• Tidak ada hasil yang ditemukan

KONDISI DAN KEBIJAKAN KEHUTANAN DI PROVINSI ACEH

BAB III

KONDISI DAN KEBIJAKAN KEHUTANAN

DI PROVINSI ACEH

A. Kondisi dan Karakteristik Hutan Aceh

Hutan Aceh terbentang dari ujung Provinsi Aceh yang dimulai dari Pulau Weh hingga wilayah Selatan Aceh di Kabupaten Singkil termasuk Pulau Simeulue. Kondisi hutan Aceh berbeda-beda di tiap kabupaten, baik dari segi fungsi dan peruntukannya maupun kondisi aktual di lapangan. Wilayah pesisir Aceh umumnya merupakan dataran rendah yang datar dengan tingkat kepadatan penduduk tinggi dan mempunyai wilayah hutan yang tidak begitu luas. Sedangkan sebagian besar wilayah dataran tinggi Aceh merupakan areal hutan yang sangat luas terbentang dari wilayah Ulu Masen di Utara dan Barat hingga Kawasan Ekosistem Leuser di Selatan dan Tenggara Aceh. 194

Secara ekologis, hutan Aceh mempunyai keanekaragaman ekosistem yang sangat kaya. Keanekaragaman hayati Kawasan Leuser, khususnya Taman Nasional Gunung Leuser telah diakui dunia, sehingga Taman Nasional Gunung Leuser ditetapkan oleh UNESCO sebagai World Heritage atau dikenal sebagai warisan dunia.195 Selain Gunung Leuser, semua kawasan lindung dan hutan Aceh pada umumnya menyimpan keanekaragaman hayati yang sangat kaya, baik tumbuhan dan hewan.       

194

Wilayah Ulu Masen adalah suatu nama baru yang diberikan oleh Flora Fauna International untuk kawasan hutan yang berada di pesisir Provinsi Aceh yang meliputi Kabupaten Aceh Besar, Aceh Jaya, Aceh Barat, Pidie, Pidie Jaya, dan Bireun. Nama Kawasan Ulu Masen diambil dari nama gunung tertinggi di Kabupaten Aceh Jaya. Hingga penelitian ini dilakukan Ulu Masen belum dikukuhkan oleh pemerintah sebagai suatu kawasan hutan. Sedangkan Kawasan Ekosistem Leuser telah dikukuhkan dengan Keputusan Presiden Nomor 33 Tahun 1998 tentang Pengelolaan Kawasan Ekosistem Leuser.

195

Saodah Lubis, Strategi Konservasi Dalam Pengelolaan SDA yang Berkelanjutan, makalah disampaikan pada Seminar dan Lokakarya Multi Pihak Mendorong Pengelolaan SDA yang Berkelanjutan dan Berbasis Masyarakat, diselenggararakan oleh WWF Indonesia dan BKSDA Prov. NAD, Banda Aceh , 12 – 15 Mei 2004.

 

Hutan Aceh diyakini menjadi areal penyerapan debu dan karbon yang cukup besar sehingga keberadaannya memberikan konstribusi dalam mengurangi dampak pemanasan global dan perubahan iklim. Karena itulah, banyak donor yang memberikan dukungan dana untuk menjamin kelestarian kawasan-kawasan lindung di Aceh, khususnya Kawasan Ekosistem Leuser dan Kawasan Ulu Masen.

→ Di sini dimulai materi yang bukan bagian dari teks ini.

fn layer_values(
    ctx: &Context,
    layer: &LayerSpec,
    (x_name, x): (&str, &[f64]),
    groups: &[Group],
) -> Result<LayerValues, PlotError> {
    let display = column_display(&layer.y);
    let mut y = ctx.displayed(&layer.y)?;
    let mut errors = match &layer.errors {
        ErrorBars::None => None,
        ErrorBars::Companion => {
            let name = format!("{}_unc", layer.y);
            if ctx.has(&name) {
                // An uncertainty is shown in the unit of its value: the factor, no offset.
                Some(
                    ctx.floats(&name)?
                        .into_iter()
                        .map(|e| e * display.factor)
                        .collect::<Vec<f64>>(),
                )
            } else {
                None
            }
        }
        ErrorBars::RelativeOf(column) => {
            let name = format!("{column}_unc");
            if ctx.has(&name) {
                let value = ctx.floats(column)?;
                let unc = ctx.floats(&name)?;
                // sigma of ln c is sigma_c / c.
                Some(value.iter().zip(&unc).map(|(v, u)| (u / v).abs()).collect())
            } else {
                None
            }
        }
    };
    for transform in &layer.transforms {
        match transform {
            Transform::Abs => y.iter_mut().for_each(|v| *v = v.abs()),
            Transform::Percent => {
                y.iter_mut().for_each(|v| *v *= 100.0);
                if let Some(errors) = errors.as_mut() {
                    errors.iter_mut().for_each(|e| *e *= 100.0);
                }
            }
            Transform::Per(column) => {
                let by = ctx.floats(column)?;
                y.iter_mut().zip(&by).for_each(|(v, b)| *v /= b);
                if let Some(errors) = errors.as_mut() {
                    errors.iter_mut().zip(&by).for_each(|(e, b)| *e /= b);
                }
            }
            Transform::Shift(shift) => y.iter_mut().for_each(|v| *v += shift),
            Transform::RelativeToZeroX { within, percent, hint } => {
                let scale = if *percent { 100.0 } else { 1.0 };
                let mut relative = vec![f64::NAN; y.len()];
                let mut relative_errors = errors.as_ref().map(|_| vec![f64::NAN; y.len()]);
                for group in groups {
                    let zero = group
                        .rows
                        .iter()
                        .copied()
                        .filter(|&r| x[r].abs() <= *within && y[r].is_finite())
                        .min_by(|&a, &b| x[a].abs().total_cmp(&x[b].abs()))
                        .ok_or_else(|| {
                            PlotError::Unusable(format!(
                                "dataset `{}`{} has no row with {} within {} of zero to take the reference {} from; {hint}",
                                ctx.dataset,
                                if group.label.is_empty() { String::new() } else { format!(" ({})", group.label) },
                                x_name,
                                format_value(*within),
                                layer.y,
                            ))
                        })?;
                    let reference = y[zero];
                    for &r in &group.rows {
                        relative[r] = scale * (y[r] - reference) / reference;
                        if let (Some(out), Some(errors)) = (relative_errors.as_mut(), errors.as_ref()) {
                            out[r] = scale * errors[r] / reference;
                        }
                    }
                }
                y = relative;
                errors = relative_errors;
            }
        }
    }
    Ok(LayerValues { y, errors })
}
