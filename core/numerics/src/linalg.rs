//! Small dense linear algebra for the fits: a row-major matrix, Cholesky (with a jitter
//! fallback), Householder QR, the singular value decomposition, least-squares solves and
//! inverses.
//!
//! The problems of mobilis are small (a handful of parameters, at most a few thousand
//! residuals), so clarity and accuracy come before speed and no external crate is needed.
//!
//! - [`Cholesky`] factors a symmetric positive definite matrix A = L L^T. For a matrix that
//!   is positive semidefinite, or indefinite only by rounding, [`Cholesky::with_jitter`]
//!   adds the smallest multiple of the identity from a ladder (10^-14, 10^-13, ... 10^-2
//!   times the largest diagonal element) that makes the factorization succeed, and reports
//!   it. Use the jitter only where a slightly regularized answer is acceptable (a damped
//!   step, a preconditioner), never for a covariance that is reported.
//! - [`Qr`] is a Householder QR for overdetermined systems, m >= n: least squares without
//!   forming A^T A, so the condition number is not squared. It refuses a rank-deficient
//!   matrix (a pivot of R below n eps times the largest).
//! - [`Svd`] is the one-sided Jacobi SVD of Hestenes (1958): orthogonalize the columns by
//!   plane rotations until every pair is orthogonal to rounding. It is slower than
//!   Golub-Kahan but simple and accurate in the relative sense (small singular values keep
//!   their digits when the columns are well scaled; Demmel and Veselic, SIAM J. Matrix Anal.
//!   Appl. 13, 1204, 1992). [`Svd::solve_least_squares`] gives the minimum-norm solution
//!   with singular values below a relative tolerance dropped, the robust choice for
//!   ill-conditioned or rank-deficient problems.
//! - [`Matrix::inverse`] is Gauss-Jordan elimination with partial pivoting;
//!   [`Cholesky::inverse`] inverts a symmetric positive definite matrix such as J^T J.
//!
//! Dimension mismatches are programming errors and panic (with a message naming the
//! shapes); numerical trouble (singular, not positive definite, non-finite entries) is a
//! [`LinalgError`].

use std::fmt;
use std::ops::{Index, IndexMut};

Selama berpuluh-puluh tahun sejak Orde Baru, kebijakan pemerintah dalam pengelolaan hutan adalah menjadikan hasil hutan kayu sebagai prioritas utama produk hutan yang dikomersilkan. Pola pendekatan yang hanya melihat kayu sebagai produk hutan merupakan paradigma konvensional dari pola pengelolaan hutan di dunia. Pengelolaan hutan tanpa memenuhi prinsip-prinsip kelestarian hanya akan menimbulkan dampak buruk, berupa berbagai kerusakan dan degradasi hutan yang berakibat hilangnya keanekaragaman hayati dan sumber nabati lainnya.

Hingga saat ini, rujukan hukum dalam pemantapan kawasan hutan di Aceh adalah Surat Keputusan Gubernur Nomor 19 Tanggal 19 Mei 1999 tentang Arahan Fungsi Hutan dan Perairan. Kemudian diikuti dengan Surat Keputusan Menteri Kehutanan dan Perkebunan No. 170/Kpts-II/2000 tentang Penunjukan Kawasan Hutan dan Perairan di Aceh.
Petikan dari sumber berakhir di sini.